Bubba's in the hot seat again
My initial reaction to Digsby's post today about how futile it is to try to get Bubba to vote for the Democrats was, "Right on!"
But again, that's the problem, isn't it? It is not enough to be tolerant. We must adopt both their style and their policies before they are happy. Everyone must be a NASCAR fan. If you are not, they will take it to mean that you disrespect their love of NASCAR. Everyone must hunt. If you don't, then you are being intolerant of their love of hunting. If you don't talk about religion the way they talk about it, you are not properly religious. Rappers must wear cowboy boots, hispanics must speak English, we all have to drive American trucks with confederate flags on the back and drink Jack and be exactly like these macho, southern white men before they will feel secure enough to vote with us.
And let's not pretend that we will not also have to tell the various constituencies in the party who find their right to life, liberty and the pursuit of happiness to be contingent on being allowed to control their own bodies, marry whom they choose and practice or not practice the religion of their choice that they are shit out of luck. That's part of the deal.
Bubba can't catch a break, but my pity for him is small compared to my pity for those who are hurt worst by Bubba's love for our brush-clearing, horse-fearing President. It's nice to see someone call bullshit on the idea that you can find middle ground with someone whose view on diversity is, "You or me, but not both." One of the most frustrating things for those of us who observe things through the lens of sexual politics is trying to get our fellow liberals to understand that for some of our opposition, compromise is weakness and nothing but total capitulation from the left will satisfy.

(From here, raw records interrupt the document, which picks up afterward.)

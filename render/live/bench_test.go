package live

import (
	"context"
	"testing"

	"kerrscope/scene"
)

// benchView is the page's view of the default scene at a 256² view, its
// automatic window framed once (as after the first update of a page).
func benchView(b *testing.B, params map[string]string) (*Server, ViewRequest) {
	b.Helper()
	s, err := New(Config{Base: scene.Default(), OutDir: b.TempDir()})
	if err != nil {
		b.Fatal(err)
	}
	req := ViewRequest{Params: params, Settings: Settings{Map: "redshift", Size: 256}}
	if _, err := s.prepare(context.Background(), req); err != nil {
		b.Fatal(err)
	}
	return s, req
}

// updateOnce is what one update does: validate and frame, the coarse pass
// and the full one (map image, PNG, line profile, critical curve).
func updateOnce(b *testing.B, s *Server, req ViewRequest) {
	ctx := context.Background()
	v, err := s.prepare(ctx, req)
	if err != nil {
		b.Fatal(err)
	}
	if _, err := v.render(ctx, v.size/coarseDivisor, false); err != nil {
		b.Fatal(err)
	}
	if _, err := v.render(ctx, v.size, true); err != nil {
		b.Fatal(err)
	}
}

// BenchmarkUpdate256 is a whole update of a 256² view (a = 0.9, i = 60°,
// three image orders), as when a slider other than spin or inclination
// moves: the framed window is reused.
func BenchmarkUpdate256(b *testing.B) {
	s, req := benchView(b, map[string]string{"index": "2.5"})
	b.ResetTimer()
	for b.Loop() {
		updateOnce(b, s, req)
	}
}

// BenchmarkUpdate256Reframed changes the spin on every update, so that
// every update also frames its automatic window (pixels.FrameWindowAt, liveFramingSide).
func BenchmarkUpdate256Reframed(b *testing.B) {
	s, req := benchView(b, nil)
	spins := []string{"0.5", "0.6", "0.7", "0.8", "0.9", "0.95", "0.99", "0.3"}
	i := 0
	for b.Loop() {
		s.frames = frameCache{}
		req.Params = map[string]string{"spin": spins[i%len(spins)]}
		i++
		updateOnce(b, s, req)
	}
}

// BenchmarkUpdate256Zoomed is an update with a window given (after a
// zoom): no framing at all.
func BenchmarkUpdate256Zoomed(b *testing.B) {
	s, req := benchView(b, map[string]string{"fov": "20", "center-alpha": "-2", "center-beta": "1"})
	for b.Loop() {
		updateOnce(b, s, req)
	}
}

// BenchmarkFullPass256 is the full pass alone.
func BenchmarkFullPass256(b *testing.B) {
	s, req := benchView(b, nil)
	v, err := s.prepare(context.Background(), req)
	if err != nil {
		b.Fatal(err)
	}
	for b.Loop() {
		if _, err := v.render(context.Background(), 256, true); err != nil {
			b.Fatal(err)
		}
	}
}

Digsby's right that we need to write off those on the right who think "tolerance" is a dirty word. People who stand against sex ed, reproductive rights and other signs that not everyone chooses the same sexual path as they do obviously aren't happy to let us partake of the pill, abortion and sex toys in Alabama, even though we on the side of sin are all too happy to let them avoid birth control and The Rabbit all they'd like. Anti-gay marriage activists seem believe that if gays and lesbians can marry, straight marriage will disintegrate, meaning they sincerely believe that it's just not possible for people to have to peaceably share the same rights. And now we have people that seem to be positive that if a young woman doesn't dress like all the other young women in her class, then something very bad will happen.
Trying to woo people who seem to believe that if they aren't oppressing someone else, then they will be oppressed is a fool's errand and I hope that the Democrats won't be tempted to try it. However, I think there are a couple misconceptions about Bubba that need to be cleared up.
The people who vote because they've been whipped into a frenzy over fears that tolerance of people different from themselves might actually put their own lifestyles in danger are a surprisingly diverse crowd. It ain't just Bubba. In fact, many a Bubba could care less what you do, as long as you don't do it in his backyard. I know a surprising number of fundamentalist Christians who believe very firmly that I'm going to hell, but they aren't too hot on the idea of passing laws to save me from sending myself there with my pill pack in one hand and my copy of Backlash in the other. And many a Bubba thinks this whole gay marriage/abortion/boobies on TV stuff is utter nonsense, but he still voted for Bush and would do it again. And not necessarily to spite urban liberals, either.
So, I think Digsby's right that compromise with some is impossible, and I would add that trying to compromise with people who'd rather we just disappeared off the face of the planet will probably just bring the Democrats down another notch in the estimation of the Bubbas that are inclined to be sympathetic to the social politics of tolerance. The people in our democracy who see the voting system as a way to inflict their beliefs on others are still not a majority; Bush won this last election in a squeaker, and that's only because they blanketed people's homes with the message that their choice was Bush or death by terrorist attack. It was scary and even I had a moment of doubt about voting for Kerry, even though I knew damn well that all the security stuff coming from the Bush camp was all lies.
It seems to me that the Republicans have cobbled together a rather uneasy alliance between the rich who control the party and use it to inflict class warfare on the rest of us, the intolerant who are willing to be used as tools as long as it means they can exert control over their neighbors' sex lives, and a whole bunch of people that are sitting on the fence. The fence-sitters either don't know how many liberties of theirs the Republicans are actively working to dismantle or simply think that they have to put up with these lost liberties in order to be safe from terrorism. This is the group that the Democrats need to focus on in order to get more votes.